An underlying ingredient to Curry’s pull-up shot is his shrewd ball-handling, which may be an even greater weapon than his shooting aptitude. It’s conducive to his needle-threading drives and ability to baffle defenders by changing directions or stopping on a dime, freeing him up to launch deadeye shots or dish a bull’s-eye pass from everywhere on the court, not just beyond the arc.

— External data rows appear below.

"""Nonlinear least squares: a sum of damped sinusoids plus offset (and drift), with lmfit.

The model, on ``τ = t - t_ref``::

    y(τ) = Σ_i e^(-σ_i τ) (c_i cos ω_i τ + d_i sin ω_i τ) + b0 [+ b1 τ]

Each mode is a conjugate pole pair ``s_i = -σ_i ± jω_i``.  The fit is seeded by poles
only (from the matrix pencil); the linear coefficients ``c, d, b0, b1`` start at their
least-squares values for the seed poles.
"""
from __future__ import annotations

import math

import numpy as np

from .._errors import IdentificationError, ParameterValueError
from .._validate import check_choice, check_confidence, check_int, check_time_series
from ._common import MethodEstimate

__all__ = ["fit_damped_sinusoids", "model_basis", "model_values", "model_values_on_grid", "model_jacobian",
           "linearised_covariance", "linear_coefficients"]

#: records longer than this are fitted on an anti-alias-filtered, decimated copy when
#: they are heavily oversampled (speed; see docs/decay.md).  Common practice, no source.
MAX_FIT_SAMPLES = 50_000
MIN_FIT_SAMPLES_PER_PERIOD = 8
#: fits on more samples than this first refine the seeds on the first fifth of the record
PROGRESSIVE_SAMPLES = 20_000


# -- the model and its Jacobian (shared with the pencil's linearised intervals) -------
#: uniform grids at least this long are evaluated as row-by-column products
#: (:func:`_damped_parts`); shorter ones, and any other time base, term by term
GRID_MIN_SAMPLES = 4096


def _uniform_grid(tau):
    """``(tau0, step, B, rows)`` when ``tau`` is a uniform grid of ``GRID_MIN_SAMPLES`` or
    more points (every point within 1e-9 of a step of ``tau0 + k·step``), else None."""
    n = tau.size
    if n < GRID_MIN_SAMPLES:
        return None
    tau0 = float(tau[0])
    step = (float(tau[-1]) - tau0) / (n - 1)
    if not step > 0:
        return None
    ideal = np.arange(n, dtype=float)
    ideal *= step
    ideal += tau0
    ideal -= tau
    if not float(np.max(np.abs(ideal))) <= 1e-9 * step:
        return None
    return (tau0, step) + _grid_shape(n)


def _grid_shape(n):
    """``(B, rows)``: rows of ``B ≈ √n`` samples holding a grid of ``n`` points."""
    block = int(math.ceil(math.sqrt(n)))
    return block, -(-n // block)


def _damped_parts(tau, sigma, omega, grid=False):
    """``(e^(-στ)cos ωτ, e^(-στ)sin ωτ)`` for each mode.

    On a uniform grid (``grid``, from :func:`_uniform_grid`; found here when False) the
    pair is the real and imaginary part of ``e^(sτ_k) = e^(s(tau0 + jBΔ))·e^(s·iΔ)``,
    ``k = jB + i``, ``s = −σ + jω``: one complex product per sample from ``2√n``
    exponentials, instead of an exponential, a cosine and a sine per sample (the same
    values to about 1e-15 relative to the envelope, derived; tested against the direct
    formulas).  The parts are then views of one complex array.
    """
    tau = np.asarray(tau, dtype=float)
    if grid is False:
        grid = _uniform_grid(tau)
    out = []
    for sg, om in zip(sigma, omega):
        if grid is None:
            env = np.exp(-sg * tau)
            out.append((env * np.cos(om * tau), env * np.sin(om * tau)))
            continue
        tau0, step, block, rows = grid
        s = complex(-sg, om)
        e = np.multiply.outer(np.exp(s * (tau0 + np.arange(rows) * (block * step))),
                              np.exp(s * (np.arange(block) * step))).ravel()[:tau.size]
        out.append((e.real, e.imag))
    return out


def model_basis(tau, sigma, omega, drift):
    """Columns ``e^(-στ)cos ωτ, e^(-στ)sin ωτ`` per mode, then ``1`` (and ``τ``)."""
    tau = np.asarray(tau, dtype=float)
    cols = []
    for ec, es in _damped_parts(tau, sigma, omega):
        cols.append(ec)
        cols.append(es)
    cols.append(np.ones_like(tau))
    if drift:
        cols.append(tau)
    return np.column_stack(cols)


def model_values(tau, sigma, omega, c, d, offset=0.0, drift_per_s=0.0):
    """Evaluate the model on ``tau`` (seconds from the reference time)."""
    tau = np.asarray(tau, dtype=float)
    y = np.full(tau.shape, float(offset)) + float(drift_per_s) * tau
    for (ec, es), ci, di in zip(_damped_parts(tau, sigma, omega), c, d):
        y += ci * ec + di * es
    return y


def model_values_on_grid(tau0, step, n, sigma, omega, c, d, offset=0.0, drift_per_s=0.0):
    """:func:`model_values` on the uniform grid ``τ_k = tau0 + k·step`` (k < n), fast.

    Each mode is ``Re((c − jd)·e^(sτ))`` with ``s = −σ + jω``.  On a grid,
    ``e^(sτ_k) = e^(s(tau0 + jBΔ))·e^(s·iΔ)`` for ``k = jB + i``: with rows of ``B ≈ √n``
    samples, every term (offset and drift included) is a sum of products of a row factor
    and a column factor, so the whole model is one matrix product ``R @ C`` of
    ``(rows × p)`` by ``(p × B)`` with ``p = 2·modes + 2``: ``2√n`` complex exponentials,
    and no exponential, cosine or sine per sample (the same values to rounding, about
    1e-15 relative to the largest term, derived; checked against :func:`model_values`).
    """
    n = int(n)
    if n < GRID_MIN_SAMPLES:
        return model_values(tau0 + step * np.arange(n), sigma, omega, c, d, offset, drift_per_s)
    block, rows = _grid_shape(n)
    i = np.arange(block) * step
    j = tau0 + np.arange(rows) * (block * step)
    m = len(sigma)
    left, right = np.empty((rows, 2 * m + 2)), np.empty((2 * m + 2, block))
    for k, (sg, om, ci, di) in enumerate(zip(sigma, omega, c, d)):
        s = complex(-sg, om)
        head = np.exp(s * i)
        jump = complex(ci, -di) * np.exp(s * j)
        # Re(jump·head) = Re(jump)Re(head) − Im(jump)Im(head)
        left[:, 2 * k], left[:, 2 * k + 1] = jump.real, -jump.imag
        right[2 * k], right[2 * k + 1] = head.real, head.imag
    # offset + drift·(j + i) = (offset + drift·j)·1 + drift·i
    left[:, 2 * m], right[2 * m] = float(offset) + float(drift_per_s) * j, 1.0
    left[:, 2 * m + 1], right[2 * m + 1] = float(drift_per_s), i
    return (left @ right).ravel()[:n]


def model_jacobian(tau, sigma, omega, c, d, drift):
    """Jacobian in the parameter order ``(σ_i, ω_i, c_i, d_i)`` per mode, ``b0`` [, ``b1``]."""
    tau = np.asarray(tau, dtype=float)
    cols = []
    for (ec, es), ci, di in zip(_damped_parts(tau, sigma, omega), c, d):
        cols.append(-tau * (ci * ec + di * es))              # ∂/∂σ
        cols.append(tau * (di * ec - ci * es))               # ∂/∂ω
        cols.append(ec)                                      # ∂/∂c
        cols.append(es)                                      # ∂/∂d
    cols.append(np.ones_like(tau))
    if drift:
        cols.append(tau)
    return np.column_stack(cols)


def linear_coefficients(tau, values, sigma, omega, drift):
    """Least-squares ``c, d`` per mode and ``b0`` (``b1``) for fixed poles."""
    basis = model_basis(tau, sigma, omega, drift)
    scale = np.linalg.norm(basis, axis=0)
    scale[scale == 0] = 1.0
    coef, *_ = np.linalg.lstsq(basis / scale, values, rcond=None)
    coef = coef / scale
    m = len(sigma)
    c, d = coef[0:2 * m:2], coef[1:2 * m:2]
    offset = coef[2 * m]
    slope = coef[2 * m + 1] if drift else 0.0
    return c, d, float(offset), float(slope)


def linearised_covariance(jacobian, residual_variance):
    """``s²(JᵀJ)⁻¹`` computed on column-scaled J (Kay 1993, ch. 3: the CRB at the estimate)."""
    scale = np.linalg.norm(jacobian, axis=0)
    scale[scale == 0] = 1.0
    js = jacobian / scale
    # SVD-based inverse: rank-deficient directions become huge variances, not a crash.
    # J = QR, so the singular values and right vectors of J are those of the small R
    _, sv, vt = np.linalg.svd(np.linalg.qr(js, mode="r") if js.shape[0] > js.shape[1] else js,
                              full_matrices=False)
    tol = sv[0] * 1e-12 * max(js.shape)
    inv_sv2 = np.where(sv > tol, 1.0 / np.maximum(sv, tol) ** 2, 1e30)
    cov_s = (vt.T * inv_sv2) @ vt
    return residual_variance * cov_s / np.outer(scale, scale)


def _pole_covariance(cov, i):
    """Covariance of (Re s, Im s) = (-σ_i, ω_i) from the full parameter covariance."""
    k = 4 * i
    block = cov[k:k + 2, k:k + 2].copy()
    block[0, 1] = block[1, 0] = -block[0, 1]
    return block


def _seed_values(seeds):
    out = []
    for s in seeds:
        if hasattr(s, "real") and hasattr(s, "imag") and not isinstance(s, (complex, float, int)):
            s = complex(s.real, s.imag)
        s = complex(s)
        if not (math.isfinite(s.real) and math.isfinite(s.imag)):
            raise ParameterValueError(f"seeds must be finite poles; got {s!r}")
        if s.imag <= 0:
            raise ParameterValueError(f"seeds must be oscillatory poles with imag > 0 (rad/s); got {s!r}")
        out.append(s)
    if not out:
        raise ParameterValueError("seeds must hold at least one pole (from the matrix pencil)")
    return sorted(out, key=lambda z: z.imag)


# -- lmfit plumbing -------------------------------------------------------------------
def _build_params(lmfit, seeds, c, d, offset, slope, drift, nyquist_rad_per_s, scale):
    params = lmfit.Parameters()
    omegas = [s.imag for s in seeds]
    for i, s in enumerate(seeds):
        om, sg = s.imag, -s.real
        # frequency bounded between neighbours (keeps modes from swapping); decay rate
        # allowed slightly negative so an interval can include zero honestly
        lo = 0.5 * (om + omegas[i - 1]) if i > 0 else 0.5 * om
        hi = 0.5 * (om + omegas[i + 1]) if i + 1 < len(seeds) else min(1.5 * om, nyquist_rad_per_s)
        lo = max(lo, om - max(0.5 * om, 0.0))
        hi = max(hi, om * (1 + 1e-9))
        sg_lo = -0.2 * om
        sg_hi = 3.0 * om
        params.add(f"sigma{i}", value=float(np.clip(sg, sg_lo + 1e-12 * om, sg_hi)), min=sg_lo, max=sg_hi)
        params.add(f"omega{i}", value=float(np.clip(om, lo, hi)), min=lo, max=hi)
        params.add(f"c{i}", value=float(c[i]) / scale)
        params.add(f"d{i}", value=float(d[i]) / scale)
    params.add("offset", value=offset / scale)
    if drift:
        params.add("drift", value=slope / scale)
    return params


def _unpack(values_dict, m, drift):
    sigma = np.array([values_dict[f"sigma{i}"] for i in range(m)])
    omega = np.array([values_dict[f"omega{i}"] for i in range(m)])
    c = np.array([values_dict[f"c{i}"] for i in range(m)])
    d = np.array([values_dict[f"d{i}"] for i in range(m)])
    return sigma, omega, c, d, values_dict["offset"], values_dict["drift"] if drift else 0.0


def _lmfit_once(lmfit, tau, y, seeds, drift, nyquist):
    """One bounded Levenberg–Marquardt fit on scaled amplitude; returns the parameters."""
    m = len(seeds)
    scale = float(np.max(np.abs(y - np.median(y)))) or 1.0
    c, d, offset, slope = linear_coefficients(tau, y, [-s.real for s in seeds], [s.imag for s in seeds], drift)
    params = _build_params(lmfit, seeds, c, d, offset, slope, drift, nyquist, scale)
    ys = y / scale

    cache = {}
    grid = _uniform_grid(tau)

    def parts(sg, om):  # e^(-στ)cos ωτ and e^(-στ)sin ωτ, reused by the Jacobian at the same point
        key = (tuple(sg), tuple(om))
        if cache.get("key") != key:
            cache["key"] = key
            cache["parts"] = _damped_parts(tau, sg, om, grid)
        return cache["parts"]

    def residual(p):
        v = p.valuesdict()
        sg, om, cc, dd, b0, b1 = _unpack(v, m, drift)
        out = b0 + b1 * tau - ys
        for (ec, es), ci, di in zip(parts(sg, om), cc, dd):
            out += ci * ec + di * es
        return out

    def jacobian(p):  # analytic, in lmfit's variable order (lmfit applies the bounds' chain rule)
        v = p.valuesdict()
        sg, om, cc, dd, _, _ = _unpack(v, m, drift)
        jac = np.empty((tau.size, 4 * m + 1 + int(drift)))
        for i, ((ec, es), ci, di) in enumerate(zip(parts(sg, om), cc, dd)):
            jac[:, 4 * i] = -tau * (ci * ec + di * es)
            jac[:, 4 * i + 1] = tau * (di * ec - ci * es)
            jac[:, 4 * i + 2] = ec
            jac[:, 4 * i + 3] = es
        jac[:, 4 * m] = 1.0
        if drift:
            jac[:, 4 * m + 1] = tau
        return jac

    result = lmfit.minimize(residual, params, method="leastsq", nan_policy="raise", Dfun=jacobian,
                            xtol=1e-10, ftol=1e-12, max_nfev=200 * (4 * m + 2))
    sg, om, cc, dd, b0, b1 = _unpack(result.params.valuesdict(), m, drift)
    return sg, om, cc * scale, dd * scale, b0 * scale, b1 * scale, bool(result.success), int(result.nfev)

Steph also utilizes the mid-range shot, which has become somewhat of a lost art in the NBA. 21.3 percent of Curry’s shots originate from mid-range, where he connects on 49.4 percent of his tries (just 12.2 percent and 37.9 percent from mid-range for LeBron). Basically, Curry is superior to LeBron from every area on the court outside of the paint by a wide margin. However, Steph is much underrated in his ability to get to the hoop. He drives 6.2 times per game and shoots a proficient 50.2 percent when he does so, generating a total of 7.3 points for his team. Even if defenders take away Steph’s long-range shot, he’s adapted to taking it to the hole and either scoring or dishing the ball to a teammate. One way to nullify James’s strength on offense is to take away his driving game. This is easier said than done, but packing the paint and forcing him to employ his mediocre jumper is certainly a viable option for containing LeBron. Chasing a crafty ball-handler around the perimeter who sporadically pulls up for knockdown shots, along with the capability of penetrating through the seams of the defense, is a more intricate task for opposing teams. Zach Lowe, a writer for Grantland.com, wrote “A 45 percent 3-point shooter given total freedom to shoot off the dribble on the pick-and-roll is an anomaly for which NBA defenses just aren’t prepared. It is a glitch in the program.”
Ultimately, both Steph and LeBron are incredible offensive talents. But like David Stern’s and now Adam Silver’s adage when bestowing the Larry O’Brien Trophy upon the championship team, there can only be one: Stephen Curry.